Dataset excerpts Block Start

import fc from 'fast-check'
import { describe, expect, it } from 'vitest'
import { diffContents } from '../../../../shared/diff/diff'
import { isValuePlace, ruleNameOf, unitAt, valueAt, type ValuePlace } from '../../../../shared/settings/value-place'
import { before } from '../../../support/axis-answers'
import { arbitraryPair } from '../../../support/arbitrary-content'

describe('a place of a value', () => {
  it('is a field of its section, with a row where the section has rows', () => {
    const places: ValuePlace[] = [{ section: 'setup', field: 'thrustLimit' }, { section: 'move', field: 'target', row: 0 }, { section: 'zone', field: 'to', row: 1 }, { section: 'extra', field: 'K-017' }]
    expect(places.map(isValuePlace)).toEqual([true, true, true, true])
    const wrong: ValuePlace[] = [{ section: 'setup', field: 'toString' }, { section: 'setup', field: 'thrustLimit', row: 1 }, { section: 'move', field: 'target' }, { section: 'zone', field: 'target', row: 0 }, { section: 'extra', field: '' }]
    expect(wrong.map(isValuePlace)).toEqual([false, false, false, false, false])
  })

  it('has a value by the number of its row, not by where that stands', () => {
    expect(valueAt(before, { section: 'setup', field: 'thrustLimit' })).toBe(38)
    expect(valueAt(before, { section: 'move', field: 'approach', row: 2 })).toBe(88)
    expect(valueAt(before, { section: 'move', field: 'approach', row: 1 })).toBeUndefined()
    expect(valueAt(before, { section: 'move', field: 'target', row: 99 })).toBeUndefined()
    expect(valueAt(before, { section: 'zone', field: 'to', row: 1 })).toBe(106)
    expect([valueAt(before, { section: 'extra', field: 'K-017' }), valueAt(before, { section: 'extra', field: 'toString' })]).toEqual([4, undefined])
  })

  it('has a unit by the kind of axis, and a name that site rules know', () => {
    const speed: ValuePlace = { section: 'move', field: 'speed', row: 3 }
    expect([unitAt(speed, 'linear'), unitAt(speed, 'rotary'), ruleNameOf(speed)]).toEqual(['mm/s', 'deg/s', 'move.speed'])
    expect([unitAt({ section: 'setup', field: 'thrustLimit' }, 'linear'), unitAt({ section: 'setup', field: 'homingMethod' }, 'linear')]).toEqual(['%', ''])
    expect([ruleNameOf({ section: 'extra', field: 'K-017' }), ruleNameOf({ section: 'setup', field: 'jogSpeed' })]).toEqual(['extra:K-017', 'jogSpeed'])
  })

  it('law: where a difference tells of a value, the two contents hold its before and its after', () => {
    fc.assert(fc.property(arbitraryPair(), ([one, other]) => {
      const amount = (value: unknown) => typeof value === 'object' && value !== null && 'value' in value ? value.value : value
      for (const { section, field, row, before: was, after: is } of diffContents(one, other)) {
        if (section === 'file') continue
        const place = { section, field, ...(row !== undefined && { row }) }
        expect([amount(valueAt(one, place)), amount(valueAt(other, place))]).toEqual([amount(was), amount(is)])
      }
    }))
  })
})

Dataset excerpts Block End

- [Problem to work on] Give back every line of the material, exactly as written.

- [Result below]
import fc from 'fast-check'
import { describe, expect, it } from 'vitest'
import { diffContents } from '../../../../shared/diff/diff'
import { isValuePlace, ruleNameOf, unitAt, valueAt, type ValuePlace } from '../../../../shared/settings/value-place'
import { before } from '../../../support/axis-answers'
import { arbitraryPair } from '../../../support/arbitrary-content'

describe('a place of a value', () => {
  it('is a field of its section, with a row where the section has rows', () => {
    const places: ValuePlace[] = [{ section: 'setup', field: 'thrustLimit' }, { section: 'move', field: 'target', row: 0 }, { section: 'zone', field: 'to', row: 1 }, { section: 'extra', field: 'K-017' }]
    expect(places.map(isValuePlace)).toEqual([true, true, true, true])
    const wrong: ValuePlace[] = [{ section: 'setup', field: 'toString' }, { section: 'setup', field: 'thrustLimit', row: 1 }, { section: 'move', field: 'target' }, { section: 'zone', field: 'target', row: 0 }, { section: 'extra', field: '' }]
    expect(wrong.map(isValuePlace)).toEqual([false, false, false, false, false])
  })

  it('has a value by the number of its row, not by where that stands', () => {
    expect(valueAt(before, { section: 'setup', field: 'thrustLimit' })).toBe(38)
    expect(valueAt(before, { section: 'move', field: 'approach', row: 2 })).toBe(88)
    expect(valueAt(before, { section: 'move', field: 'approach', row: 1 })).toBeUndefined()
    expect(valueAt(before, { section: 'move', field: 'target', row: 99 })).toBeUndefined()
    expect(valueAt(before, { section: 'zone', field: 'to', row: 1 })).toBe(106)
    expect([valueAt(before, { section: 'extra', field: 'K-017' }), valueAt(before, { section: 'extra', field: 'toString' })]).toEqual([4, undefined])
  })

  it('has a unit by the kind of axis, and a name that site rules know', () => {
    const speed: ValuePlace = { section: 'move', field: 'speed', row: 3 }
    expect([unitAt(speed, 'linear'), unitAt(speed, 'rotary'), ruleNameOf(speed)]).toEqual(['mm/s', 'deg/s', 'move.speed'])
    expect([unitAt({ section: 'setup', field: 'thrustLimit' }, 'linear'), unitAt({ section: 'setup', field: 'homingMethod' }, 'linear')]).toEqual(['%', ''])
    expect([ruleNameOf({ section: 'extra', field: 'K-017' }), ruleNameOf({ section: 'setup', field: 'jogSpeed' })]).toEqual(['extra:K-017', 'jogSpeed'])
  })

  it('law: where a difference tells of a value, the two contents hold its before and its after', () => {
    fc.assert(fc.property(arbitraryPair(), ([one, other]) => {
      const amount = (value: unknown) => typeof value === 'object' && value !== null && 'value' in value ? value.value : value
      for (const { section, field, row, before: was, after: is } of diffContents(one, other)) {
        if (section === 'file') continue
        const place = { section, field, ...(row !== undefined && { row }) }
        expect([amount(valueAt(one, place)), amount(valueAt(other, place))]).toEqual([amount(was), amount(is)])
      }
    }))
  })
})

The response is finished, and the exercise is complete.